The mind is its own place, and in itself
Can make a Heaven of Hell, a Hell of Heaven.
In the essay, he examines the evolution and responsibilities of the American poet, particularly in terms of the tension between political and artistic action. Oppen does not see poetry as a form of political action, and he dismisses the political poem in which poetry is used as “an advanced form of rhetoric” as “merely excruciating.”
Oppen complicates his assertion, “There are situations which cannot honorably be met by art, and surely no one need fiddle precisely at the moment that the house next door is burning,” by binding it to William Stafford’s sense of a poet’s work: “Your job is to find what the world is trying to be.”
Refusing to simplify the context in which an American poet seeks to write, Oppen sees the existential act of perceiving as the core of poetry. Notes Oppen, “The distinction between a poem that shows confidence in itself and in its materials, and on the other hand a performance, a speech by the poet, is the distinction between poetry and histrionics.”
Sargent is reported to have said to Renoir that he painted “cads in the park.” And Sargent was of course quite right.(1) The passion of the Impressionists to see, and to see more clearly was a desire to see past the subject matter and the art attitudes of the academy. It is true that the artist is not dependent on his subject in the sense that he can be judged by its intrinsic interest, or that the discussion of his work can become a discussion of its subject. But the emotion which creates art is the emotion that seeks to know and to disclose. The cocoon of “Beauty” as the word is often used, the beauty of background music and of soft lights, though it might be an art, is an art of the masseur and the perfumist.

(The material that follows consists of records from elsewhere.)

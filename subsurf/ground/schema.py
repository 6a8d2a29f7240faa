"""The soil facts a soil file (``subsurf medium --soil FILE.toml``) or a mapping may give,
declared once: kind, unit of a bare number, allowed range, meaning.

:data:`SOIL_FACTS` drives three things: the pydantic model of the soil file
(:class:`SoilFile`, unknown keys refused with the closest valid key suggested), the
reading of Python mappings (:meth:`subsurf.soil.Soil.from_mapping`) and the JSON Schema
``surveys/soil.schema.json`` for editors.  **Adding a soil fact is one line** in
:data:`SOIL_FACTS` (then regenerate the JSON Schema with ``python surveys/make_schemas.py``).

Keys that are :class:`~subsurf.soil.Soil` field names read bare numbers in SI; the
flag-named keys (``temp``, ``temperature``, ``salinity``, ``pore_water_ec``, ``tds``) read
bare numbers in the units of the corresponding command-line flags.  Strings may carry any
unit (``"20 %"``, ``"12 mS/m"``, ``"1.6 g/cm3"``, ``"12 degC"``).
"""

from __future__ import annotations

import tomllib
from dataclasses import dataclass
from pathlib import Path
from typing import Literal

from pydantic import Field, create_model, model_validator

from .._schema import Strict, json_schema, quantity_type, validate_file
from ..errors import FileInputError, InputError
from ._validity import BULK_DENSITY_RANGE, PARTICLE_DENSITY_RANGE
from .water import WATER_RELAXATION_T_LIMIT

__all__ = ["SoilFact", "SOIL_FACTS", "SoilFile", "load_soil_file", "soil_json_schema", "soil_fact"]


@dataclass(frozen=True)
class SoilFact:
    """One key of a soil description.

    ``kind`` and ``unit`` are those of :func:`subsurf.units.parse_quantity` (unit of a bare
    number); ``low``/``high`` the inclusive allowed range in SI (None: open); ``field`` the
    :class:`~subsurf.soil.Soil` field a flag-named key sets (None: the key is the field).
    """

    kind: str
    unit: str
    low: float | None
    high: float | None
    doc: str
    field: str | None = None


#: Ground temperatures the water relaxation model can describe (°C; see water.py).
_T_HIGH = WATER_RELAXATION_T_LIMIT

#: Every soil fact a soil file or mapping may give (one line each).
SOIL_FACTS: dict[str, SoilFact] = {
    "moisture": SoilFact("fraction", "dimensionless", 0.0, 1.0, "volumetric water content (m³/m³)"),
    "sand": SoilFact("fraction", "dimensionless", 0.0, 1.0, "sand mass fraction of the solids"),
    "clay": SoilFact("fraction", "dimensionless", 0.0, 1.0, "clay mass fraction of the solids"),
    "porosity": SoilFact("fraction", "dimensionless", 0.0, 1.0, "porosity"),
    "bulk_density": SoilFact("density", "kg/m**3", *BULK_DENSITY_RANGE, "dry bulk density"),
    "particle_density": SoilFact("density", "kg/m**3", *PARTICLE_DENSITY_RANGE, "particle (grain) density"),
    "temp_c": SoilFact("temperature", "degC", 0.0, _T_HIGH, "ground temperature (liquid pore water)"),
    "pore_water_salinity_psu": SoilFact("salinity", "dimensionless", 0.0, 50.0, "pore-water practical salinity"),
    "pore_water_ec25": SoilFact("conductivity", "S/m", 0.0, 10.0, "pore-water EC at 25 degC"),
    "pore_water_tds": SoilFact("mass_concentration", "kg/m**3", 0.0, 60.0, "pore-water total dissolved solids"),
    "eps_solid": SoilFact("dimensionless", "dimensionless", 1.0, 100.0, "relative permittivity of the grains"),
    "archie_a": SoilFact("dimensionless", "dimensionless", 1e-9, None, "Archie tortuosity factor"),
    "archie_m": SoilFact("dimensionless", "dimensionless", 1.0, 5.0, "Archie cementation exponent"),
    "archie_n": SoilFact("dimensionless", "dimensionless", 1.0, 5.0, "Archie saturation exponent"),
    "clay_cec": SoilFact("dimensionless", "dimensionless", 0.0, 2.0, "CEC of the clay fraction (eq/kg)"),
    "interface_n": SoilFact("dimensionless", "dimensionless", 0.0, 1.0,
                            "Jonscher exponent of the bound-water / clay-water interface loss (0-1)"),
    "interface_chi_per_bound_water": SoilFact("dimensionless", "dimensionless", 0.0, 1000.0,
                                              "Jonscher susceptibility at 100 MHz per unit bound water"),
    "stone_fraction": SoilFact("fraction", "dimensionless", 0.0, 1.0,
                               "volume fraction of stones / gravel / rubble (at most 1 - porosity)"),
    "stone_size": SoilFact("length", "m", 0.0, 10.0, "median stone diameter (m)"),
    "eps_stone": SoilFact("dimensionless", "dimensionless", 1.0, 100.0, "relative permittivity of the stones"),
    "stone_size_sd_log": SoilFact("dimensionless", "dimensionless", 0.0, 2.0,
                                  "standard deviation of ln(stone diameter), log-normal by volume"),
    "surface_roughness": SoilFact("length", "m", 0.0, 1.0, "rms height of the ground surface (m)"),
    # flag-named keys: bare numbers in the command-line flags' units
    "temp": SoilFact("temperature", "degC", 0.0, _T_HIGH, "ground temperature (as --temp)", field="temp_c"),
    "temperature": SoilFact("temperature", "degC", 0.0, _T_HIGH, "ground temperature", field="temp_c"),
    "salinity": SoilFact("salinity", "dimensionless", 0.0, 50.0, "pore-water salinity, PSU (as --salinity)",
                         field="pore_water_salinity_psu"),
    "pore_water_ec": SoilFact("conductivity", "mS/m", 0.0, 10.0, "pore-water EC at 25 degC (as --pore-water-ec)",
                              field="pore_water_ec25"),
    "tds": SoilFact("mass_concentration", "mg/L", 0.0, 60.0, "pore-water TDS (as --tds)", field="pore_water_tds"),
}

_MODELS = ("crim", "peplinski", "topp")
_CLAY_MINERALS = ("kaolinite", "halloysite", "illite", "chlorite", "smectite", "vermiculite")


def soil_fact(key: str) -> SoilFact:
    """The declared fact for ``key``; a key with no declaration is read as a plain number."""
    return SOIL_FACTS.get(key) or SoilFact("dimensionless", "dimensionless", None, None, key)


def _field_type(fact: SoilFact):
    return quantity_type(fact.kind, fact.unit, low=fact.low, high=fact.high, description=fact.doc,
                         allow_list=True)


class _SoilFactsBase(Strict):
    @model_validator(mode="after")
    def _one_name_per_field(self):
        seen: dict[str, str] = {}
        for key in type(self).model_fields:
            if getattr(self, key, None) is None or key not in SOIL_FACTS:
                continue
            target = SOIL_FACTS[key].field or key
            if target in seen:
                raise ValueError(f"'{seen[target]}' and '{key}' both give {target}; keep one")
            seen[target] = key
        return self

    def soil_kwargs(self) -> dict:
        """Keyword arguments of :class:`~subsurf.soil.Soil` (SI numbers, lists for arrays)."""
        out = {}
        for key in type(self).model_fields:
            value = getattr(self, key)
            if value is None:
                continue
            out[SOIL_FACTS[key].field or key if key in SOIL_FACTS else key] = value
        return out


#: The facts of one soil: every key of :data:`SOIL_FACTS`, ``texture`` and ``model``.
SoilFacts = create_model(
    "SoilFacts",
    __base__=_SoilFactsBase,
    texture=(str | None, Field(None, description="texture preset of configs/textures.toml "
                                                 "(fills sand, clay and densities), e.g. 'loam'")),
    model=(Literal[_MODELS] | None, Field(None, description="soil permittivity model (default crim)")),
    clay_mineral=(Literal[_CLAY_MINERALS] | None,
                  Field(None, description="clay mineral whose CEC (Brady & Weil 2002 table) sets the surface conduction")),
    interface_relaxation=(bool | None, Field(None, description="add the bound-water / clay-water interface loss "
                                                               "(default true)")),
    **{key: (_field_type(f) | None, Field(None, description=f.doc)) for key, f in SOIL_FACTS.items()},
)


class SoilFile(Strict):
    """A soil file whose facts sit under a ``[soil]`` table (the flat form is also read)."""

    soil: SoilFacts = Field(description="the soil facts")  # type: ignore[valid-type]


def load_soil_file(path) -> dict:
    """Read and validate a soil TOML file into :class:`~subsurf.soil.Soil` keyword arguments.

    The facts may be at the top level of the file or under ``[soil]``.  Every problem
    raises one :class:`~subsurf.errors.FileInputError` line naming the file, the key and
    the allowed range; unknown keys are refused with the closest valid key suggested.
    """
    path = Path(path)
    try:
        with path.open("rb") as fh:
            data = tomllib.load(fh)
    except FileNotFoundError:
        raise InputError(f"--soil: file not found: {path}") from None
    except IsADirectoryError:
        raise InputError(f"--soil: {path} is a folder, not a TOML file") from None
    except tomllib.TOMLDecodeError as exc:
        raise FileInputError(path, f"not valid TOML: {exc}") from None
    if "soil" in data:
        facts = validate_file(SoilFile, data, path).soil
    else:
        facts = validate_file(SoilFacts, data, path)
    kwargs = facts.soil_kwargs()
    if "texture" in kwargs:
        from .presets import texture_preset

        try:
            texture_preset(kwargs["texture"])
        except InputError as exc:
            where = "[soil] texture" if "soil" in data else "texture"
            raise FileInputError(path, f"{where}: {exc}") from None
    return kwargs


def soil_json_schema() -> dict:
    """JSON Schema of a soil file (committed as ``surveys/soil.schema.json``): the facts at the
    top level or under ``[soil]``."""
    facts = json_schema(SoilFacts, title="soil facts", description="")
    defs = facts.pop("$defs", {})
    for key in ("$schema", "title", "description"):
        facts.pop(key, None)
    facts["title"] = "soil facts"
    defs["SoilFacts"] = facts
    return {
        "$schema": "https://json-schema.org/draft/2020-12/schema",
        "title": "subsurf soil file",
        "description": "Soil facts for 'subsurf medium --soil FILE' (and choose, setup ...), at the top level "
                       "or under a [soil] table. Schema: surveys/README.md.",
        "anyOf": [{"$ref": "#/$defs/SoilFacts"},
                  {"type": "object", "properties": {"soil": {"$ref": "#/$defs/SoilFacts"}}, "required": ["soil"],
                   "additionalProperties": False}],
        "$defs": defs,
    }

Modern American poetry begins with the determination to find the image, the thing encountered, the thing seen each day whose meaning has become the meaning and the color of our lives. Verse, which had become a rhetoric of exaggeration, of inflation, was to the modernists a skill of accuracy, of precision, a test of truth. Such an art has always to be defended against a furious and bitter Bohemia whose passion it is to assist, in the highest of high spirits, at the razing of that art which is the last intrusion on an onanism which they believe to be artistic. In these circles is elaborated a mock-admiration of the artist as a sort of super-annuated infant, and it is the nightmare of the poet or the artist to find himself wandering between the grim gray lines of the Philistines and the ramshackle emplacements of Bohemia. If he ceases to believe in the validity of his insights—the truth of what he is saying—he becomes the casualty, the only possible casualty, of that engagement. Philistia and Bohemia, never endangered by the contest, remain precisely what they were. This is the Bohemia that churns and worries the idea of the poet-not-of-this-world, the dissociated poet, the ghostly bard. If the poet is an island, this is the sea which most lovingly and intimately grinds him to sand.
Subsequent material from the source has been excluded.